▸ **What to work on**:
When you write out the entries, keep every line exactly as it appears.

____ Dataset records

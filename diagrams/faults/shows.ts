import type { Base } from '../solver/base'
import { elementVolts, furthestMove, voltsAt, voltsBetween, type Case, type Settled } from '../solver/case'
import { noAlteration } from '../solver/alteration'
import { Case as FaultCase } from '../solver/case'
import { inputSees, loadWorks } from '../solver/operating-point'
import type { Study } from '../solver/study'

/** What a vehicle shows in one driving condition: volts at every point, loads that work, what inputs see. */
export interface Show {
  volts: Float64Array | null
  works: boolean[]
  sees: string[]
  base: Base | null
  /** Every load and input is further than this from where it changes, volts. */
  margin: number
}

export function goodShow(studies: readonly Study[]): Show[] {
  return studies.map((study) => {
    const given = new FaultCase(study, noAlteration)
    const settled = given.settle(0)
    return settled ? showOf(given, settled) : { volts: null, works: [], sees: [], base: null, margin: 0 }
  })
}

function showOf(given: Case, settled: Settled): Show {
  const { network } = given.study
  const points = pointUnknowns(given.study)
  return {
    volts: Float64Array.from(points, (unknown) => voltsAt(settled, unknown)),
    works: network.loads.map((_, i) => loadWorks(given, settled, i)),
    sees: network.inputs.map((_, i) => inputSees(given, settled, i)),
    base: settled.located.base,
    margin: Math.min(
      ...network.loads.map(({ branch, worksFromVolts }) =>
        Math.abs(Math.abs(elementVolts(given, settled, branch)) - worksFromVolts),
      ),
      ...network.inputs.map(({ inner, innerGround, threshold }) =>
        Math.abs(voltsBetween(settled, inner, innerGround) - threshold),
      ),
    ),
  }
}

const unknownsByNetwork = new WeakMap<object, Int32Array>()

function pointUnknowns(study: Study): Int32Array {
  const { network } = study
  let found = unknownsByNetwork.get(network)
  if (!found) {
    found = Int32Array.from([...network.unknownOf.values()].filter((u) => u >= 0))
    unknownsByNetwork.set(network, found)
  }
  return found
}

/** Under this a move is no show, near or not, volts. */
const quietVolts = 0.3

/** A weak battery moves everything; a load judged by its own element, less than its terminals stand over, has to be looked at. */
function isPlain(given: Case, { located }: Settled): boolean {
  return (
    !given.alteration.weak &&
    given.alteration.forced.idle.size === 0 &&
    given.study.network.loads.every(({ branch }) => branch !== located.branch)
  )
}

/**
 * By how much a fault shows: the largest move of a point against chassis in any driving condition,
 * volts; Infinity when a load or an input changes, or the circuit no longer comes to rest. Stops
 * looking once `enoughVolts` is passed.
 */
export function showsBy(
  cases: readonly Case[],
  good: readonly Show[],
  severity: number,
  enoughVolts: number,
): number {
  let most = 0
  // Backwards: with the controls moved more is going on than at rest.
  for (let c = cases.length - 1; c >= 0; c--) {
    const given = cases[c]!
    const before = good[c]!
    if (!before.volts) continue
    const settled = given.settle(severity)
    if (!settled) return Infinity
    // Where nothing near a limit moves and no point moves by enough, there is nothing to look at one by one.
    if (settled.located.base === before.base && isPlain(given, settled)) {
      const furthest = furthestMove(settled)
      if (2 * furthest < before.margin && furthest <= quietVolts) {
        most = Math.max(most, furthest)
        continue
      }
    }
    const points = pointUnknowns(given.study)
    for (let i = 0; i < points.length; i++)
      most = Math.max(most, Math.abs(voltsAt(settled, points[i]!) - before.volts[i]!))
    const { network } = given.study
    for (let i = 0; i < network.loads.length; i++)
      if (loadWorks(given, settled, i) !== before.works[i]) return Infinity
    for (let i = 0; i < network.inputs.length; i++)
      if (inputSees(given, settled, i) !== before.sees[i]) return Infinity
    if (most > enoughVolts) return most
  }
  return most
}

________

▸ **Answer area**:
filename diagrams/faults/shows.ts
import type { Base } from '../solver/base'
import { elementVolts, furthestMove, voltsAt, voltsBetween, type Case, type Settled } from '../solver/case'
import { noAlteration } from '../solver/alteration'
import { Case as FaultCase } from '../solver/case'
import { inputSees, loadWorks } from '../solver/operating-point'
import type { Study } from '../solver/study'

/** What a vehicle shows in one driving condition: volts at every point, loads that work, what inputs see. */
export interface Show {
  volts: Float64Array | null
  works: boolean[]
  sees: string[]
  base: Base | null
  /** Every load and input is further than this from where it changes, volts. */
  margin: number
}

export function goodShow(studies: readonly Study[]): Show[] {
  return studies.map((study) => {
    const given = new FaultCase(study, noAlteration)
    const settled = given.settle(0)
    return settled ? showOf(given, settled) : { volts: null, works: [], sees: [], base: null, margin: 0 }
  })
}

function showOf(given: Case, settled: Settled): Show {
  const { network } = given.study
  const points = pointUnknowns(given.study)
  return {
    volts: Float64Array.from(points, (unknown) => voltsAt(settled, unknown)),
    works: network.loads.map((_, i) => loadWorks(given, settled, i)),
    sees: network.inputs.map((_, i) => inputSees(given, settled, i)),
    base: settled.located.base,
    margin: Math.min(
      ...network.loads.map(({ branch, worksFromVolts }) =>
        Math.abs(Math.abs(elementVolts(given, settled, branch)) - worksFromVolts),
      ),
      ...network.inputs.map(({ inner, innerGround, threshold }) =>
        Math.abs(voltsBetween(settled, inner, innerGround) - threshold),
      ),
    ),
  }
}

const unknownsByNetwork = new WeakMap<object, Int32Array>()

function pointUnknowns(study: Study): Int32Array {
  const { network } = study
  let found = unknownsByNetwork.get(network)
  if (!found) {
    found = Int32Array.from([...network.unknownOf.values()].filter((u) => u >= 0))
    unknownsByNetwork.set(network, found)
  }
  return found
}

/** Under this a move is no show, near or not, volts. */
const quietVolts = 0.3

/** A weak battery moves everything; a load judged by its own element, less than its terminals stand over, has to be looked at. */
function isPlain(given: Case, { located }: Settled): boolean {
  return (
    !given.alteration.weak &&
    given.alteration.forced.idle.size === 0 &&
    given.study.network.loads.every(({ branch }) => branch !== located.branch)
  )
}

/**
 * By how much a fault shows: the largest move of a point against chassis in any driving condition,
 * volts; Infinity when a load or an input changes, or the circuit no longer comes to rest. Stops
 * looking once `enoughVolts` is passed.
 */
export function showsBy(
  cases: readonly Case[],
  good: readonly Show[],
  severity: number,
  enoughVolts: number,
): number {
  let most = 0
  // Backwards: with the controls moved more is going on than at rest.
  for (let c = cases.length - 1; c >= 0; c--) {
    const given = cases[c]!
    const before = good[c]!
    if (!before.volts) continue
    const settled = given.settle(severity)
    if (!settled) return Infinity
    // Where nothing near a limit moves and no point moves by enough, there is nothing to look at one by one.
    if (settled.located.base === before.base && isPlain(given, settled)) {
      const furthest = furthestMove(settled)
      if (2 * furthest < before.margin && furthest <= quietVolts) {
        most = Math.max(most, furthest)
        continue
      }
    }
    const points = pointUnknowns(given.study)
    for (let i = 0; i < points.length; i++)
      most = Math.max(most, Math.abs(voltsAt(settled, points[i]!) - before.volts[i]!))
    const { network } = given.study
    for (let i = 0; i < network.loads.length; i++)
      if (loadWorks(given, settled, i) !== before.works[i]) return Infinity
    for (let i = 0; i < network.inputs.length; i++)
      if (inputSees(given, settled, i) !== before.sees[i]) return Infinity
    if (most > enoughVolts) return most
  }
  return most
}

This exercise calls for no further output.